No dia seguinte à sua reeleição para um quinto mandato à frente da Fifa em meio a um dos maiores escândalos de corrupção da história do esporte, Joseph Blatter usou duas estratégias: começou atirando para todos os lados para acertas as contas com os críticos, e depois se colocou como o "homem da situação", que vai resgatar a união e a credibilidade na entidade.
EUA na mira
A primeira declaração do suíço neste sábado foi nua entrevista à RTS, a televisão pública do seu país. O cartola de 79 anos, que é presidente da Fifa desde 1998, se disse "chocado" com as acusações de Loretta Lynch, procuradora-geral dos Estados Unidos.

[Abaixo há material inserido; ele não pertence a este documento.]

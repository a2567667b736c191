import { copyFileSync, existsSync, mkdirSync, readdirSync, readFileSync, writeFileSync } from "node:fs";
import { execFileSync, spawnSync } from "node:child_process";
import { join } from "node:path";
import Papa from "papaparse";
import { describe, expect, it } from "vitest";
import { cli, tempDir } from "../helpers.js";

// Issue #12, end to end: names that came from files, batches with hostile members, small option cases.
const kb = "samples/profiles/kb210-controller.json";

function csvWithNames(names: string[]): string {
  const rows = [`time,${names.map((n) => `"${n.replace(/"/g, '""')}"`).join(",")}`];
  for (let i = 0; i < 4096; i++)
    rows.push(`${(i / 1024).toFixed(6)},${names.map((_, c) => Math.sin(0.3 * i + c).toFixed(5)).join(",")}`);
  return rows.join("\n") + "\n";
}

describe("names from files in outputs", () => {
  it("psd --csv: a channel name with a comma is one quoted field, and =, +, -, @ names get an apostrophe (RFC 4180, OWASP)", async () => {
    const dir = tempDir();
    const rec = join(dir, "names.csv");
    writeFileSync(rec, csvWithNames(["ax, left", "=HYPERLINK(1)", "+ay", "-az", "@b"]));
    const out = join(dir, "out.csv");
    const r = await cli("psd", rec, "--csv", out, "--segment", "1024");
    expect(r.code, r.stderr).toBe(0);
    const rows = Papa.parse<string[]>(readFileSync(out, "utf8").trim(), {}).data;
    expect(rows[0]!.length).toBe(1 + 5 * 3);
    expect(rows.every((row) => row.length === rows[0]!.length)).toBe(true);
    expect(rows[0]![1]).toBe("ax, left_psd [g2/Hz]");
    for (const f of rows[0]!.slice(4)) expect(f).toMatch(/^'[=+\-@]/);
  });

  it("transfer --csv and check --csv: channel names are quoted and guarded as in psd --csv (RFC 4180, OWASP)", async () => {
    const dir = tempDir();
    const rec = join(dir, "names.csv");
    writeFileSync(rec, csvWithNames(["=in,put", "@out"]));
    const tOut = join(dir, "transfer.csv");
    const t = await cli("transfer", rec, "--in", "=in,put", "--csv", tOut, "--segment", "512");
    expect(t.code, t.stderr).toBe(0);
    const tRows = Papa.parse<string[]>(readFileSync(tOut, "utf8").trim(), {}).data;
    expect(tRows.every((row) => row.length === tRows[0]!.length)).toBe(true);
    expect(tRows[0]![1]).toBe("'=in,put_psd [g2/Hz]");
    for (const f of tRows[0]!.slice(2)) expect(f).toMatch(/^'@out_/);
    const cOut = join(dir, "check.csv");
    const c = await cli("check", rec, "--profile", kb, "--csv", cOut, "--segment", "512", "--rate", "1024");
    expect([0, 1, 3], c.stderr).toContain(c.code);
    const cRows = Papa.parse<string[]>(readFileSync(cOut, "utf8").trim(), {}).data;
    expect(cRows.every((row) => row.length === cRows[0]!.length)).toBe(true);
    expect(new Set(cRows.slice(1).map((row) => row[0]))).toEqual(new Set(["'=in,put", "'@out"]));
  });

  it("check --report: a bidi override in the profile title is shown as an escape in the page, never as itself (Unicode UAX #9)", async () => {
    const dir = tempDir();
    const p = JSON.parse(readFileSync(kb, "utf8"));
    p.title = "Rig 4 \u202e SSAP";
    const file = join(dir, "rlo.json");
    writeFileSync(file, JSON.stringify(p));
    const html = join(dir, "rlo.html");
    const r = await cli("check", "samples/kb210-run-resonance.wav", "--profile", file, "--report", html);
    expect(r.code).toBe(1);
    // The embedded result (a <template>, never rendered) keeps the title as the profile wrote it.
    const page = readFileSync(html, "utf8").replace(/<template id="psdgate-result"[\s\S]*<\/template>/, "");
    expect(page).not.toMatch(/[\u202a-\u202e\u2066-\u2069]/u);
    expect(page).toContain("<title>Rig 4 \\u{202e} SSAP: FAIL</title>");
    const v = await cli("verify", html);
    expect(v.code, v.stdout + v.stderr).toBe(0);
  });

  it("check: a profile title with newlines and ESC[8m cannot print a fake verdict or hide the real one", async () => {
    const dir = tempDir();
    const p = JSON.parse(readFileSync(kb, "utf8"));
    p.title = "spoof\n\nVERDICT  PASS\n\u001b[8m";
    const file = join(dir, "spoof.json");
    writeFileSync(file, JSON.stringify(p));
    const r = await cli("check", "samples/kb210-run-resonance.wav", "--profile", file);
    expect(r.code).toBe(1);
    expect(r.stdout).not.toContain("\u001b");
    const verdicts = r.stdout.split("\n").filter((l) => l.startsWith("VERDICT"));
    expect(verdicts.length).toBe(1);
    expect(verdicts[0]).toMatch(/^VERDICT {2}FAIL\b/);
    expect(r.stdout).toContain('against "spoof\\n\\nVERDICT  PASS\\n\\x1b[8m"');
    const pr = await cli("profile", file);
    expect(pr.stdout).not.toContain("\u001b");
  });

  it("inspect: a channel name holding ESC, BEL and a C1 control is printed escaped", async () => {
    const dir = tempDir();
    const rec = join(dir, "esc.csv");
    writeFileSync(rec, csvWithNames(["a\u001b[2Jx\u0007y\u009bz"]));
    const r = await cli("inspect", rec);
    expect(r.code, r.stderr).toBe(0);
    expect(r.stdout).toContain('"a\\x1b[2Jx\\x07y\\x9bz"');
    expect(r.stdout).not.toContain("\u001b");
  });
});

describe("batches with hostile members", () => {
  it("check --report-dir: two run.wav in different folders give two reports named after their paths, none lost", async () => {
    const dir = tempDir();
    for (const d of ["a", "b"]) mkdirSync(join(dir, d));
    copyFileSync("samples/kb210-run.wav", join(dir, "a", "run.wav"));
    copyFileSync("samples/kb210-run-resonance.wav", join(dir, "b", "run.wav"));
    const reports = join(dir, "reports");
    const r = await cli(
      "check",
      join(dir, "a", "run.wav"),
      join(dir, "b", "run.wav"),
      "--profile",
      kb,
      "--report-dir",
      reports,
      "--quiet",
    );
    expect(r.code, r.stderr).toBe(1);
    expect(readdirSync(reports).sort()).toEqual(["a__run.html", "b__run.html", "psdgate-batch.html"]);
    expect(readFileSync(join(reports, "b__run.html"), "utf8")).toMatch(/FAIL/);
    // Again without --force: both exist, nothing is replaced.
    const again = await cli(
      "check",
      join(dir, "a", "run.wav"),
      join(dir, "b", "run.wav"),
      "--profile",
      kb,
      "--report-dir",
      reports,
      "--quiet",
    );
    expect(again.code).toBe(2);
    expect(again.stderr).toContain("[OUTPUT_EXISTS]");
  });

  it("a FIFO inside a batch is one error line; the other recordings are analysed", async () => {
    const dir = tempDir();
    const fifo = join(dir, "pipe.wav");
    execFileSync("mkfifo", [fifo]);
    const r = await cli("psd", "samples/kb210-run.wav", fifo, "samples/kb210-run-short.wav", "--json");
    expect(r.code).toBe(2);
    const lines = r.stdout
      .trim()
      .split("\n")
      .map((l) => JSON.parse(l));
    expect(lines.length).toBe(3);
    expect(lines[1].error.code).toBe("FILE_UNREADABLE");
    expect(lines[0].channels.length).toBe(2);
    expect(r.stderr).toContain("received a FIFO (named pipe)");
  });

  it("psd --json batch: a record too short for one segment has an error object in its line", async () => {
    const r = await cli("psd", "samples/kb210-run-short.wav", "samples/kb210-run.wav", "--json", "--segment", "262144");
    const lines = r.stdout
      .trim()
      .split("\n")
      .map((l) => JSON.parse(l));
    expect(r.code).toBe(2);
    expect(lines[0].error).toMatchObject({ code: "RECORD_TOO_SHORT" });
  });

  it("a literal file name with glob characters that exists is taken as it is", async () => {
    const dir = tempDir();
    copyFileSync("samples/kb210-run-short.wav", join(dir, "run[1].wav"));
    copyFileSync("samples/kb210-run.wav", join(dir, "run1.wav"));
    const r = await cli("psd", join(dir, "run[1].wav"), "--json");
    expect(r.code, r.stderr).toBe(0);
    expect(r.stdout.trim().split("\n").length).toBe(1);
    expect(JSON.parse(r.stdout).input.file).toBe(join(dir, "run[1].wav"));
  });
});

describe("report at a fine resolution", () => {
  it("check --report with --segment 131072 writes the report (no call-stack overflow)", async () => {
    const out = join(tempDir(), "fine.html");
    const r = await cli("check", "samples/kb210-run.wav", "--profile", kb, "--segment", "131072", "--report", out);
    expect(r.code, r.stderr).toBe(3);
    expect(existsSync(out)).toBe(true);
  }, 30_000);
});

describe("under a memory cap", () => {
  it("a queue command under ulimit -v says its one line and exits 2: no raw stack from the HTTP parser node-postgres makes Node load", () => {
    // The built CLI (bin/psdgate.js) in a shell with a 1.5 GB address-space cap; port 1 refuses the connection.
    const r = spawnSync(
      "bash",
      ["-c", "ulimit -v 1500000 && exec node bin/psdgate.js queue status --db postgres://nobody@127.0.0.1:1/none"],
      { encoding: "utf8", timeout: 30_000 },
    );
    expect(r.status, r.stderr).toBe(2);
    expect(r.stderr.trim().split("\n")).toHaveLength(1);
    expect(r.stderr).toMatch(/\[DB_UNREACHABLE\]/);
  }, 40_000);
});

Blatter não digeriu o que aconteceu na manhã de quarta-feira, num hotel de luxo de Zurique, quando sete altos dirigentes da Fifa foram presos, a pedido da justiça americana, por suspeitos de corrupção, entre eles dois vice-presidentes da entidade e o brasileiro José Maria Marin, ex-presidente da CBF.
"Há sinais que não enganam: os americanos eram candidatos para sediar a Copa do Mundo de 2022 e perderam. Se eles têm problemas com crimes financeiros ou de direito comum que dizem respeito a cidadãos norte ou sul-americanos, que sejam presos lá, mas não em Zurique, no meio do congresso", reclamou.
O presidente da Fifa já tinha usado o mesmo argumento na véspera, poucas horas antes da eleição, quando também insinuou que a operação policial foi motivada pela perda da disputa para sediar a Copa.
"Não vamos esquecer que os Estados Unidos são os patrocinadores número um do Reino Hachemita (a Jordânia), ou seja, do meu adversário (o príncipe jordaniano Ali bin Al Hussein, candidato derrotado na eleição). Isso não cheira bem", disparou.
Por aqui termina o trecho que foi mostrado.